In the second series, Stars and Sky, the canvas itself and the space are made equal. With the use of backlighting, the composition on the canvas becomes the composition in the space. The relationships between the individual point-like objects become a wider universe. In the broadest sense, the image becomes an astrological constellation: it is only the sum of the points that succeeds in forming a coherent image, albeit a disputable one, based on convention. At the same time, the ambiguity of the heavens and the canvas call our attention to the space as a framed context. The stars are objects in space, as well as points in our imagined composition on the plane of the firmament. It is not necessary to understand the actual content of the ‘points’—the stars themselves—in order to understand the constellation.
The third series, Strangers in the Night, investigates the contours of the object. The title is intriguingly ambivalent. What is shown is a ‘stranger’—an object of desire and fear. The title partly sends us on the wrong track because what is shown is in fact easy to describe: a ‘ghost’ and a paper airplane. But both designations are just empty shells. Like a cliché, they leave us all possible space to manoeuvre, providing every opening to fiddle with the form itself. These non-specific definitions of form designate only a contour. There are always hundreds of possible folded paper airplanes that, strictly seen, will be recognized as paper airplanes. An equal number of plaster forms can be made, of which everyone would accept without argument that they be referred to as ghosts. Still, the object itself remains foreign, a stranger defined only by an outline, its substance uncertain. This conclusion is put to the ultimate test. The final image of the Strangers series shows an amalgam of small objects, echoes of the larger individually presented sculptures, whose contours are echoed in ephemeral fashion, like the shadow of something with a surprise in store.

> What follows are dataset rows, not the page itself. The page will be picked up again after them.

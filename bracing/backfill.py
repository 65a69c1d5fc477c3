"""Backfill against a wall before the floor gives it top support (method notes §12).

Small pure formulas over floats or numpy arrays. Per foot of wall: forces in lb, moments in
lb-ft, heights in ft, thicknesses and depths in in, stresses in psi, pressures in psf and
equivalent fluid pressures in psf per ft of depth. Heights are measured up from the top of the
footing (the wall's base); the backfill is the unbalanced fill against the wall's outside face.
Earth pressure lives in `bracing.earth_pressure`, the wall's section capacities in
`bracing.wall_sections`, all named here; this module holds the wall and footing as a cantilever
and the wall on inside braces.
"""

from __future__ import annotations

from dataclasses import dataclass

import numpy as np

from bracing import anchors, propped_wall
from bracing.anchor_kinds import KINDS
from bracing.earth_pressure import (
    COMBINATION,
    EFP_IBC_1610_1,
    EFP_SOURCE,
    LOAD_FACTOR_H,
    SOIL_UNIT_WEIGHT_PCF,
    UNSUITABLE_IBC_1610_1,
    WATER_PCF,
    Soil,
    UnsuitableSoil,
    equivalent_fluid_pressure,
    pressure_coefficient,
    resultants,
    resultants_at,
)
from bracing.results import Check
from bracing.wall_sections import (
    ALLOWABLE,
    BARS,
    PHI_FLEXURE,
    PHI_PLAIN,
    PHI_SHEAR_CONCRETE,
    PHI_SHEAR_MASONRY,
    STRENGTH,
    Section,
    Wall,
    beta_1,
    concrete_shear,
    flexure_phi,
    plain_concrete_moment,
    plain_concrete_shear,
    reinforced_concrete_moment,
    reinforced_masonry_moment,
    reinforced_masonry_shear,
    section,
    steel_per_foot,
    stress_block_moment,
    wall_checks,
)

__all__ = [
    "ALLOWABLE",
    "BARS",
    "BRACE_REACTION",
    "COMBINATION",
    "CONCRETE_PCF",
    "EFP_IBC_1610_1",
    "EFP_SOURCE",
    "LOAD_FACTOR_H",
    "PHI_FLEXURE",
    "PHI_PLAIN",
    "PHI_SHEAR_CONCRETE",
    "PHI_SHEAR_MASONRY",
    "SOIL_UNIT_WEIGHT_PCF",
    "STRENGTH",
    "UNSUITABLE_IBC_1610_1",
    "WATER_PCF",
    "InsideBrace",
    "Section",
    "Soil",
    "UnsuitableSoil",
    "Wall",
    "beta_1",
    "block_checks",
    "block_overturning_resistance",
    "brace_force",
    "brace_reaction",
    "brace_uplift",
    "braced_checks",
    "braced_max_height",
    "cantilever_checks",
    "concrete_shear",
    "equivalent_fluid_pressure",
    "flexure_phi",
    "governing",
    "max_height",
    "plain_concrete_moment",
    "plain_concrete_shear",
    "pressure_coefficient",
    "ratio",
    "reinforced_concrete_moment",
    "reinforced_masonry_moment",
    "reinforced_masonry_shear",
    "resultants",
    "resultants_at",
    "section",
    "solve_max",
    "steel_per_foot",
    "stress_block_moment",
    "toe_moment",
    "utilization",
    "wall_checks",
]


BRACE_REACTION = "R: base pinned or fixed, the larger (method notes §12)"
CONCRETE_PCF = 150.0  # normal-weight concrete, ASCE 7 Table C3.1-2 (from memory)


def block_overturning_resistance(wall_weight, wall_lever, footing_weight, footing_width):
    """Moment of the wall and footing weights about the footing's inside edge (the toe), lb-ft
    per ft; no soil on the heel, no slab (statics)."""
    return wall_weight * wall_lever + footing_weight * footing_width / 2.0


def toe_moment(base_shear, base_moment, footing_thickness):
    """Earth-pressure moment about the toe at the footing's underside, M + V t_f (statics)."""
    return base_moment + base_shear * footing_thickness


def brace_reaction(base_moment, brace_height):
    """Inside brace reaction with the wall pinned at its base, R = M_base / h_b per ft (statics:
    moments about the base)."""
    return base_moment / brace_height


def brace_force(reaction_plf, spacing_ft, angle_deg):
    """Axial force in one brace, P = R s / cos(theta) (statics), theta from horizontal."""
    return reaction_plf * spacing_ft / np.cos(np.radians(angle_deg))


def solve_max(utilization, upper, lower=0.0, iterations=60):
    """The largest x in [lower, upper] with utilization(x) <= 1, by bisection over arrays
    (`utilization` rises with x). upper itself where it passes there; lower where even lower
    fails."""
    lo = np.asarray(lower, dtype=float) + np.zeros_like(np.asarray(upper, dtype=float))
    hi = np.asarray(upper, dtype=float) + np.zeros_like(lo)
    top_passes = np.asarray(utilization(hi)) <= 1.0
    for _ in range(iterations):
        mid = (lo + hi) / 2.0
        ok = np.asarray(utilization(mid)) <= 1.0
        lo, hi = np.where(ok, mid, lo), np.where(ok, hi, mid)
    return np.where(top_passes, upper, lo)[()]


def block_checks(wall: Wall, shear, moment, basis: str) -> list:
    """The wall and footing as one block: overturning about the toe (by `basis`) and sliding on
    the footing's base (IBC Table 1806.2 friction, allowable: 0.6D + 1.0H)."""
    footing = CONCRETE_PCF * wall.footing_width * wall.footing_thickness
    dead = anchors.DEAD_LOAD_FACTOR_RESISTING[basis]
    resist = dead * block_overturning_resistance(wall.weight, wall.wall_lever(), footing,
                                                 wall.footing_width)
    tipping = LOAD_FACTOR_H[basis] * toe_moment(shear, moment, wall.footing_thickness)
    sliding = anchors.deadman_sliding(wall.weight + footing, 0.0, wall.friction)
    return [Check(element="wall and footing", region="overturning about the toe",
                  demand=tipping, capacity=resist, unit="lb·ft/ft",
                  combination=COMBINATION[basis],
                  source="statics, no slab credited (method notes §12)"),
            Check(element="wall and footing", region="sliding on the footing base",
                  demand=ALLOWABLE[0] * shear, capacity=sliding, unit="lb/ft",
                  combination=COMBINATION["ASD"], source="IBC Table 1806.2 friction x 0.6D")]


def cantilever_checks(wall: Wall, soil: Soil, height, basis: str = "ASD") -> list:
    """Every check of the wall as a cantilever from its footing under a backfill `height`."""
    shear, moment = soil.at(height)
    checks = wall_checks(wall, section(wall, wall.weight), moment, shear, "at base")
    if wall.footing_width is not None:
        checks += block_checks(wall, shear, moment, basis)
    return checks


def ratio(demand, capacity):
    """Demand / capacity over arrays; infinite with demand and no capacity."""
    d, c = np.asarray(demand, dtype=float), np.asarray(capacity, dtype=float)
    with np.errstate(divide="ignore", invalid="ignore"):
        return np.where(c > 0, d / np.where(c > 0, c, 1.0), np.where(d > 0, np.inf, 0.0))[()]


def utilization(wall: Wall, soil: Soil, height, basis: str = "ASD"):
    """The governing utilization of the cantilever checks (arrays over `height`)."""
    checks = cantilever_checks(wall, soil, height, basis)
    return np.max([ratio(c.demand, c.capacity) * np.ones_like(height, dtype=float)
                   for c in checks], axis=0)[()]


def max_height(wall: Wall, soil: Soil, basis: str = "ASD"):
    """The maximum backfill height before the floor (ft): every height-dependent effect worked
    afresh at each trial height, by bisection up to the wall's height."""
    return solve_max(lambda h: utilization(wall, soil, h, basis), wall.height)


@dataclass(frozen=True)
class InsideBrace:
    """Braces or shores on the wall's inside face, their feet on the ground or slab inside."""

    height: float                   # ft above the base
    spacing: float                  # ft along the wall
    angle: float                    # deg from horizontal
    capacity: float                 # allowable axial load, lb
    anchor_tension: float | None = None     # rated, lb
    anchor_shear: float | None = None       # rated, lb


def brace_uplift(reaction_plf, angle_deg):
    """Upward push on the wall per ft from braces in compression, R tan(theta) (statics)."""
    return reaction_plf * np.tan(np.radians(angle_deg))


def braced_checks(wall: Wall, soil: Soil, height: float, brace: InsideBrace,
                  wind: tuple[float, float, float] | None = None) -> list:
    """The propped wall (base pinned and fixed, `propped_wall.checks`; `wind` as there), its
    braces and their anchors under the braces' largest reaction (`propped_wall.brace_reaction`,
    1.0H and the wind at its allowable factor)."""
    reaction, words = propped_wall.brace_reaction(wall, soil, height, brace.height,
                                                  ALLOWABLE[0], wind)
    axial = brace_force(reaction, brace.spacing, brace.angle)
    checks = propped_wall.checks(wall, soil, height, brace.height, wind)
    how = BRACE_REACTION
    checks.append(Check(element="inside brace", region="axial", demand=float(axial),
                        capacity=brace.capacity, unit="lb", combination=ALLOWABLE[1] + words,
                        source=f"brace rating (allowable), {how}"))
    lift = float(brace_uplift(reaction, brace.angle))
    checks.append(Check(element="wall", region="lifted by the braces", demand=lift,
                        capacity=anchors.DEAD_LOAD_FACTOR_RESISTING["ASD"] * wall.weight,
                        unit="lb/ft", combination=COMBINATION["ASD"] + words,
                        source=f"statics, R tan(theta) against 0.6D; {how}"))
    if brace.anchor_tension is not None and brace.anchor_shear is not None:
        pull = float(reaction) * brace.spacing
        anchor = KINDS["stake"]
        checks.append(Check(element="brace foot anchor", region="tension and shear",
                            demand=float(anchor.ratio(0.0, pull, axial, brace.anchor_tension,
                                                      brace.anchor_shear)),
                            capacity=1.0, unit="ratio", combination=ALLOWABLE[1] + words,
                            source=anchor.source))
    return checks


def braced_max_height(wall: Wall, soil: Soil, brace: InsideBrace) -> float:
    """The highest backfill (ft) the braced wall takes, by bisection up to the wall's height
    with every braced check worked afresh at each trial height."""
    def worst(heights):
        return np.array([governing(braced_checks(wall, soil, float(h), brace))
                         for h in np.atleast_1d(heights)]).reshape(np.shape(heights))
    return float(solve_max(worst, wall.height, iterations=40))


def governing(checks: list) -> float:
    """The largest utilization of scalar checks."""
    return max((c.utilization for c in checks), default=0.0)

In the final series, Pedestals and Rooms, the recovered potential of the contour is fully exploited. The room and its pedestals (including the tables) are the theatre, the frame within which a series of drawings of sculptures are presented. Several sculptures echo the rock forms of the first series. Other objects present themselves as a distortion of one or another such form. One drawing shows only a cloth (a handkerchief, a ghost?) as the most direct variation of the contour in the space. It is perhaps not the most puzzling drawing. Just where the indescribable sculptures—apparently coincidentally—occupy the room, our insight grows into what, together and in poignant fashion, they want to ‘show’: the fearsome desire for domestic order in our contemporary interiors. Like a Fremdkorper in the living room, the lost sculpture confronts us with our blind domestication, which despite all our intentions has not made it any easier to survey our world. Strangeness has ultimately become internalized, but it is no less strange for that. The Loch Ness Monster represents what has been left behind in our own interiors of the fragmented debris of our public society. The intangible—the personal mystery—can only be made visible after that which can be described has predetermined the framework.